Transcription Settings

Transcription settings define how your AI agent listens, processes, and understands user speech during a conversation. These controls significantly impact the agent's responsiveness, fluidity, and how it handles user interruptions.

1. Provider, Model, and Language

This is where you set the foundation for your agent's "ears".

  • Provider: Choose your Speech-to-Text (STT) provider based on your specific language support and accuracy requirements.

    • Deepgram: Excellent for general use cases, offering high accuracy, smart formatting, and fast transcription speeds.

    • Sarvam: Highly recommended for native support of Indic languages (Hindi, Tamil, Telugu, Bengali, etc.).

    • Soniox: The ideal choice if your use case requires robust, out-of-the-box support for multiple languages.

    • Other providers include Elevenlabs, Navana and Assembly

  • Model: Select the specific model tier (e.g., nova-3 for Deepgram or saaras for Sarvam) best suited for your use case.

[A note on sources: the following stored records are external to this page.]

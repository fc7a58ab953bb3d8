// Adds horizons given in section units (from CSV, GeoJSON or SVG) to the document, which stores
// image pixels: each vertex goes through the inverse of the calibration. Without a usable
// calibration the document gets a true-scale stand-in canvas first (as for a section file).
import { nameWithSuffix } from '../limits';
import { fitCalibration } from '../../calibration/fitCalibration';
import { sectionToImage } from '../../calibration/mapPoints';
import { canvasCalibration } from '../migrations/canvasCalibration';
import { paletteColour } from '../horizonPalette';
import { freshHorizonIds } from './addHorizon';
import { nearestOnPolyline } from '../../geometry/nearestOnPolyline';
import { freeFaultName, nextFaultId } from './addFault';
import { faultColour } from '../horizonPalette';
import type { DocFault, DocHorizon, HorizonJoin, ImagePx, ProjectDoc } from '../projectDoc';
import type { LengthUnit, XZ } from '../section';

/** A horizon read from a file: `line` is every vertex in order; `pieces`, for a horizon cut by faults, the same vertices split into its pieces. */
export interface ImportedHorizon { name: string; line: XZ[]; pieces?: XZ[][] }
/** A fault read from a file (section units). */
export interface ImportedFault { name: string; line: XZ[] }

/** Exact by definition of the international foot (1959). */
const METRES_PER_FOOT = 0.3048;

function convert(v: number, from: LengthUnit, to: LengthUnit): number {
  if (from === to) return v;
  return from === 'ft' ? v * METRES_PER_FOOT : v / METRES_PER_FOOT;
}

function uniqueName(name: string, taken: Set<string>): string {
  let candidate = name;
  for (let k = 2; taken.has(candidate); k++) candidate = nameWithSuffix(name, ` (${k})`);
  taken.add(candidate);
  return candidate;
}

/**
 * Returns the document with the horizons and faults added (converted from `units` to the document's, renamed on
 * clashes); lines with < 2 points are dropped; a horizon in pieces is joined where each piece starts, on the
 * first fault (imported or already there) both piece ends lie on, as the engine joins them; an empty list
 * returns the same document.
 */
export function importHorizons(doc: ProjectDoc, horizons: ImportedHorizon[], units: LengthUnit, importedFaults: ImportedFault[] = []): ProjectDoc {
  const usable = horizons.filter((h) => h.line.length >= 2);
  const faultsIn = importedFaults.filter((f) => f.line.length >= 2);
  if (usable.length === 0 && faultsIn.length === 0) return doc;
  // A fresh document takes the file's units; otherwise coordinates are converted to the document's.
  const fresh = doc.horizons.length === 0 && doc.calibration === null;
  const docUnits: LengthUnit = fresh ? units : doc.units;
  const lines = usable.map((h) => h.line.map(([x, z]): XZ => [convert(x, units, docUnits), convert(z, units, docUnits)]));
  let calibration = doc.calibration;
  let fit = calibration ? fitCalibration(calibration) : null;
  if (!fit || !fit.ok) {
    calibration = canvasCalibration([...lines.flat(), ...faultsIn.flatMap((x) => x.line.map(([a, b]): XZ => [convert(a, units, docUnits), convert(b, units, docUnits)]))]);
    fit = fitCalibration(calibration);
    if (!fit.ok) return doc;
  }
  const f = fit.fit;
  const toPx = (q: XZ): ImagePx => sectionToImage(f, [convert(q[0], units, docUnits), convert(q[1], units, docUnits)]);
  let withFaults: ProjectDoc = doc;
  for (const x of faultsIn) {
    const id = nextFaultId(withFaults);
    const fault: DocFault = { id, name: freeFaultName(withFaults, id, x.name), colour: faultColour(withFaults.faults.length), visible: true, locked: false, pointsPx: x.line.map(toPx) };
    withFaults = { ...withFaults, faults: [...withFaults.faults, fault] };
  }
  const names = new Set(doc.horizons.map((h) => h.name));
  const ids = freshHorizonIds(doc, usable.length);
  const added: DocHorizon[] = usable.map((h, i) => ({
    id: ids[i],
    name: uniqueName(h.name, names),
    colour: paletteColour(doc.horizons.length + i),
    visible: true,
    locked: false,
    pointsPx: lines[i].map((q) => sectionToImage(f, q)),
    projected: [],
    joins: h.pieces && h.pieces.length > 1 ? joinsOf(h.pieces.map((p) => p.map(toPx)), withFaults.faults) : [],
  }));
  return { ...withFaults, units: docUnits, calibration, horizons: [...doc.horizons, ...added] };
}

/** How near (image pixels) a piece end must be to a fault to be joined on it: files written by the app are exact to 1e-6 unit. */
const JOIN_PX = 1e-2;

/** The joins of pieces (image pixels): where each piece after the first starts, on the first fault both ends lie on; a cut on no fault is left unjoined. */
function joinsOf(pieces: ImagePx[][], faults: readonly DocFault[]): HorizonJoin[] {
  const joins: HorizonJoin[] = [];
  let at = 0;
  for (let k = 0; k + 1 < pieces.length; k++) {
    at += pieces[k].length;
    const a = pieces[k][pieces[k].length - 1], b = pieces[k + 1][0];
    const on = faults.find((x) => near(x, a) && near(x, b));
    if (on) joins.push({ at, faultId: on.id });
  }
  return joins;
}

function near(f: DocFault, p: ImagePx): boolean {
  const n = nearestOnPolyline(f.pointsPx.map((q) => q[0]), f.pointsPx.map((q) => q[1]), p[0], p[1]);
  return n !== null && n.distance <= JOIN_PX;
}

  • Language: Set the primary spoken language expected from the user (e.g., hi-IN for Hindi).

Note: For Tamil, Telugu and Kannada, “Sarvam” (Provider) with “Saras” (Model) is recommended.

2. Turn Settings (When Should the Agent Speak?)

Turn settings determine how the agent decides that the user has finished speaking and it is time to reply.

  • Mode: Generally set to "Heuristic" for standard conversational flows.

  • Sensitivity: This controls how long the agent waits after the caller stops speaking before responding.

    • Low: Shorter wait times. Feels highly responsive but may cut off slow speakers. Ideal for quick, transactional yes/no responses.

    • Medium: The balanced default. Ideal for regular, everyday conversations.

    • High: Longer wait times to accommodate thoughtful pauses. Best when users need to explain complex issues (like filing a complaint).

    • Custom: Allows you to manually dial in ex

3. Interruption Settings

Interruption settings determine if and when a user can stop the agent while it is speaking. This is crucial for creating a natural, back-and-forth flow.

  • Interruption Toggle: Turn this ON to allow callers to interrupt the agent mid-sentence.

  • Sensitivity: Set to Custom to manually adjust the following triggers:

    • Speech duration: Minimum time a user must speak before the system registers it as an interruption.

    • Voice Detection Sensitivity: How strictly the system differentiates between human speech and background noise (scale 0-1).

    • Number of words: Minimum words a user must say to trigger an interruption.

    • Wait duration: The minimum time the agent waits after being interrupted before it begins its next response.

2. Noise Reduction

  • Function: When enabled, this feature filters out background noise from the user's audio input before it is transcribed.

  • Use Case: Highly recommended for calls where callers may be in public spaces, commuting, or high-noise environments to ensure higher transcription accuracy.

  • Attenuation: Use slider to set how aggressively background noise is suppressed.

3. Language Switch

This feature enables the agent to handle multilingual conversations by automatically detecting the language the user is speaking.

  • Languages: Define the specific languages (e.g., Hindi, English) the agent should listen for.

  • Logic Settings:

    • Words: Number of words to analyze to confirm a language change.

    • Consecutive short count: The number of words in a row that must be in the new language to trigger a switch.

    • Threshold: The confidence level (0-1) required for the system to confirm a language switch.

  • Instructions: Provide specific prompts or rules for the agent for each supported language to ensure it maintains the correct context after switching.